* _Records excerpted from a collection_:
+++

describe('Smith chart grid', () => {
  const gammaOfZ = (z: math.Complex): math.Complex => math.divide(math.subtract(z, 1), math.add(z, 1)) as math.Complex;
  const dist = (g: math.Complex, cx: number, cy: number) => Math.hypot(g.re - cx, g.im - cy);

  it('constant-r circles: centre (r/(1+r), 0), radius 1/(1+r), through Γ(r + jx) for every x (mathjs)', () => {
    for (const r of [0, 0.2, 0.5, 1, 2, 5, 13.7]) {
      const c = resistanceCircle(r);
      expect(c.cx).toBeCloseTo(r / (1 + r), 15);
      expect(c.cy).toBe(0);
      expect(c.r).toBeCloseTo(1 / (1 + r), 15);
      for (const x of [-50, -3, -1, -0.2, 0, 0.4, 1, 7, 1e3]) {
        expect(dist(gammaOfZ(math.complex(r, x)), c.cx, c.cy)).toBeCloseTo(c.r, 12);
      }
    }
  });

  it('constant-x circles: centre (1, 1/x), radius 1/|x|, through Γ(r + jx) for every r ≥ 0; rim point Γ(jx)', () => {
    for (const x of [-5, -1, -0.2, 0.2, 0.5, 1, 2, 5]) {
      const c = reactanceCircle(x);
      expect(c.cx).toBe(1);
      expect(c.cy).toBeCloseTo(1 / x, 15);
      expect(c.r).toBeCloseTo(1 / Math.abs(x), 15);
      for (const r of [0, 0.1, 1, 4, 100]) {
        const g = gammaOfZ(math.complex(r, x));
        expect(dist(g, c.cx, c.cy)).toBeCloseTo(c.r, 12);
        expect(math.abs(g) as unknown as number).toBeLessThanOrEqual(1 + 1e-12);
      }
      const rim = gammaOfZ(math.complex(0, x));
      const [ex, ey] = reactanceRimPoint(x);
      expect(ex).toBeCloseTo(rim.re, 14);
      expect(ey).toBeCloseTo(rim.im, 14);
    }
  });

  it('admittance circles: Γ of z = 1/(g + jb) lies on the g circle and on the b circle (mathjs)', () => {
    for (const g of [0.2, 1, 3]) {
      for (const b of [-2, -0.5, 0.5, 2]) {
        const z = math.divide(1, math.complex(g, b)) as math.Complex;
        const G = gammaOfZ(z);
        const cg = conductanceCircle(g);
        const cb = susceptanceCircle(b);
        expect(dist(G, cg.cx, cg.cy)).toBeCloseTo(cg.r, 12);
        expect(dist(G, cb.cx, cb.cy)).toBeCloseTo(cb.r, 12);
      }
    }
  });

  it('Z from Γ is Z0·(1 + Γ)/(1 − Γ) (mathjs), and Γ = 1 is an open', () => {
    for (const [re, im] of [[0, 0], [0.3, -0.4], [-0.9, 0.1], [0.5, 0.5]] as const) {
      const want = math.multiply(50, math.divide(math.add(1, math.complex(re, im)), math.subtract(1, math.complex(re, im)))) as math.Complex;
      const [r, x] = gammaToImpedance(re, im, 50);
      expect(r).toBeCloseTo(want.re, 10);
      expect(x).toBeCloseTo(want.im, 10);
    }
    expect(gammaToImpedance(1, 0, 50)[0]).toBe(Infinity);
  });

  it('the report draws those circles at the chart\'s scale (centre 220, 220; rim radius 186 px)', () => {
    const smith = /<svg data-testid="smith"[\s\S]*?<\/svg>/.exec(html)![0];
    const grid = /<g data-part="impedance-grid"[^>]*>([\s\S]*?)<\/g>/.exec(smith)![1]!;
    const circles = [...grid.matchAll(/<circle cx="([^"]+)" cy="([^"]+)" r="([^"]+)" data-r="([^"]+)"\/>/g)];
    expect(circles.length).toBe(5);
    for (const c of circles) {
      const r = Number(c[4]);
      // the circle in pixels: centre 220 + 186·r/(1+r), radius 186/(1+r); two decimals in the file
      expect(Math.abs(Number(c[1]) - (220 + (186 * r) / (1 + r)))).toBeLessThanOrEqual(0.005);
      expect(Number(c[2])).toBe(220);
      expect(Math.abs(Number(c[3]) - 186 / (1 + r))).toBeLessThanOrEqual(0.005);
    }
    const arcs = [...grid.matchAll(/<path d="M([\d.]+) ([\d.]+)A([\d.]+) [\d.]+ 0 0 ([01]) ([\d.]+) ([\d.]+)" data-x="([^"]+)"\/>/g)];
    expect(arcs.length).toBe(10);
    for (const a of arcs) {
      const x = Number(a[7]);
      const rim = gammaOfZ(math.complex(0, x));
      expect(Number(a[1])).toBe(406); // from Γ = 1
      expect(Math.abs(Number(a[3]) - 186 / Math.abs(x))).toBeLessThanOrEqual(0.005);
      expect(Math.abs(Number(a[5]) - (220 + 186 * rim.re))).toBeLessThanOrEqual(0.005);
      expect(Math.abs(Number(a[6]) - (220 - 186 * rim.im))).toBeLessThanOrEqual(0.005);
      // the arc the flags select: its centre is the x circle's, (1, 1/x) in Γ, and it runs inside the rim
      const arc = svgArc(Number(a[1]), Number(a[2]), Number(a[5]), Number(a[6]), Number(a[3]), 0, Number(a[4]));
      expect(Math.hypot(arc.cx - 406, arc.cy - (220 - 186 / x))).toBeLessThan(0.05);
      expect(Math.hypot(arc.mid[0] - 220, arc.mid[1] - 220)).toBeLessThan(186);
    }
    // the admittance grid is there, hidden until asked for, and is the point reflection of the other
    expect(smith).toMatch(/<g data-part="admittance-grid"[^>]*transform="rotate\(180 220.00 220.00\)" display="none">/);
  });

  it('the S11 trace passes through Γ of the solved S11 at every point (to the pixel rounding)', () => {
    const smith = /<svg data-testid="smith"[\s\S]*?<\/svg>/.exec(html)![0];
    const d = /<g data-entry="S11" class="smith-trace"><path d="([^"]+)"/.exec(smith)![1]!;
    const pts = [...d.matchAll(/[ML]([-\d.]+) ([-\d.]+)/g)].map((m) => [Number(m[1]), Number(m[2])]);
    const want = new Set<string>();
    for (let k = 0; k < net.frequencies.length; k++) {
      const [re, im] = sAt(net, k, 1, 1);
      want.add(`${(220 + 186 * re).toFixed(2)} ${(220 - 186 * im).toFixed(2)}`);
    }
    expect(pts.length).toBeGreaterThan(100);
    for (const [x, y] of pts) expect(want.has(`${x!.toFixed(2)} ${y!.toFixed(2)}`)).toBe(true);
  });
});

+++

Quote every line of the records above, from the first down to the one holding "expect(dist(G, cg.cx, cg.cy)).toBeCloseTo(cg.r, 12);", exactly as written.

describe('Smith chart grid', () => {
  const gammaOfZ = (z: math.Complex): math.Complex => math.divide(math.subtract(z, 1), math.add(z, 1)) as math.Complex;
  const dist = (g: math.Complex, cx: number, cy: number) => Math.hypot(g.re - cx, g.im - cy);

  it('constant-r circles: centre (r/(1+r), 0), radius 1/(1+r), through Γ(r + jx) for every x (mathjs)', () => {
    for (const r of [0, 0.2, 0.5, 1, 2, 5, 13.7]) {
      const c = resistanceCircle(r);
      expect(c.cx).toBeCloseTo(r / (1 + r), 15);
      expect(c.cy).toBe(0);
      expect(c.r).toBeCloseTo(1 / (1 + r), 15);
      for (const x of [-50, -3, -1, -0.2, 0, 0.4, 1, 7, 1e3]) {
        expect(dist(gammaOfZ(math.complex(r, x)), c.cx, c.cy)).toBeCloseTo(c.r, 12);
      }
    }
  });

  it('constant-x circles: centre (1, 1/x), radius 1/|x|, through Γ(r + jx) for every r ≥ 0; rim point Γ(jx)', () => {
    for (const x of [-5, -1, -0.2, 0.2, 0.5, 1, 2, 5]) {
      const c = reactanceCircle(x);
      expect(c.cx).toBe(1);
      expect(c.cy).toBeCloseTo(1 / x, 15);
      expect(c.r).toBeCloseTo(1 / Math.abs(x), 15);
      for (const r of [0, 0.1, 1, 4, 100]) {
        const g = gammaOfZ(math.complex(r, x));
        expect(dist(g, c.cx, c.cy)).toBeCloseTo(c.r, 12);
        expect(math.abs(g) as unknown as number).toBeLessThanOrEqual(1 + 1e-12);
      }
      const rim = gammaOfZ(math.complex(0, x));
      const [ex, ey] = reactanceRimPoint(x);
      expect(ex).toBeCloseTo(rim.re, 14);
      expect(ey).toBeCloseTo(rim.im, 14);
    }
  });

  it('admittance circles: Γ of z = 1/(g + jb) lies on the g circle and on the b circle (mathjs)', () => {
    for (const g of [0.2, 1, 3]) {
      for (const b of [-2, -0.5, 0.5, 2]) {
        const z = math.divide(1, math.complex(g, b)) as math.Complex;
        const G = gammaOfZ(z);
        const cg = conductanceCircle(g);
        const cb = susceptanceCircle(b);
        expect(dist(G, cg.cx, cg.cy)).toBeCloseTo(cg.r, 12);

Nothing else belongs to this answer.